Gold and copper prices tumbled to their lowest levels in several months on Tuesday, as investors grew increasingly concerned about the prospect of aggressive interest rate hikes from central banks around the world.
Three-month copper futures fell 1.2% to $7,968.50 a metric ton, their lowest level since late May. Aluminum futures also fell 1% to $2,301 a ton, while gold futures fell 0.6% to $1,836.80 an ounce, their lowest level since March.
The sharp sell-off in metals prices was driven by a number of factors, including:
- Rising interest rates: Higher interest rates make it more expensive to borrow money and invest in assets such as commodities, which are often seen as riskier investments.

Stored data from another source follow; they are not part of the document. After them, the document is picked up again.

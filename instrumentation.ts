// Runs once when the Next.js server starts (Node.js runtime only).
export async function register(): Promise<void> {
  if (process.env.NEXT_RUNTIME !== "nodejs") return;
  const { stampPeerAddresses } = await import("./lib/auth/peer-address");
  stampPeerAddresses();
}
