// The permissions table: what each role may do, as lib/server/authorize.ts enforces it.
import { describe, expect, it } from "vitest";
import { parseRoles, rolesAllow, type RoleName } from "@/lib/auth/permissions";
import { backoffSeconds } from "@/lib/mail/worker";

const can = (role: RoleName, permission: Parameters<typeof rolesAllow>[1]) => rolesAllow([role], permission);

describe("roles", () => {
  it("only officers decide reviews", () => {
    expect(can("officer", { review: ["decide"] })).toBe(true);
    for (const r of ["researcher", "technician", "auditor", "admin"] as const) expect(can(r, { review: ["decide"] })).toBe(false);
  });
  it("auditors read and export but never write", () => {
    expect(can("auditor", { audit: ["read", "export"] })).toBe(true);
    expect(can("auditor", { bench: ["edit"] })).toBe(false);
    expect(can("auditor", { register: ["manage"] })).toBe(false);
    expect(can("auditor", { build: ["record"] })).toBe(false);
  });
  it("only admins manage people and labs", () => {
    expect(can("admin", { user: ["create", "list"], lab: ["manage"] })).toBe(true);
    for (const r of ["researcher", "officer", "technician", "auditor"] as const) expect(can(r, { user: ["list"] })).toBe(false);
  });
  it("a person holding two roles gets what either grants", () => {
    expect(rolesAllow(["researcher", "officer"], { review: ["decide"] })).toBe(true);
    expect(rolesAllow(["researcher", "officer"], { bench: ["create"] })).toBe(true);
  });
  it("parses the stored role list and drops unknown names", () => {
    expect(parseRoles("researcher, officer,wizard")).toEqual(["researcher", "officer"]);
    expect(parseRoles(null)).toEqual([]);
  });
});

describe("outbox backoff", () => {
  it("doubles from 15 s and stops at one hour", () => {
    expect([1, 2, 3, 4].map(backoffSeconds)).toEqual([15, 30, 60, 120]);
    expect(backoffSeconds(20)).toBe(3600);
  });
});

- Weaker economic growth: Concerns about a potential recession are also weighing on metals prices, as weaker economic growth would lead to lower demand for industrial metals such as copper.
- Stronger dollar: The US dollar has been strengthening in recent weeks, which makes dollar-denominated commodities such as gold and copper more expensive for buyers using other currencies.
Analysts at Peak Trading Research said that the prospect of more rate hikes from the Federal Reserve and other central banks is “a headwind for dollar-backed commodities.”
“Interest rates continue to climb higher and bond markets are pricing even odds that we’ll get another Fed hike this year,” the firm said in a note. “This supports the strong US dollar and makes dollar-denominated commodities less attractive to buyers using other currencies.”
The sharp sell-off in metals prices could have a number of implications for the global economy. For example, a weaker copper price could lead to higher costs for construction and manufacturing, which could dampen economic growth. A weaker gold price could also make it more difficult for central banks to manage inflation.
It remains to be seen how long the sell-off in metals prices will last. However, analysts say that investors should be prepared for further volatility in the coming months as central banks continue to tighten monetary policy.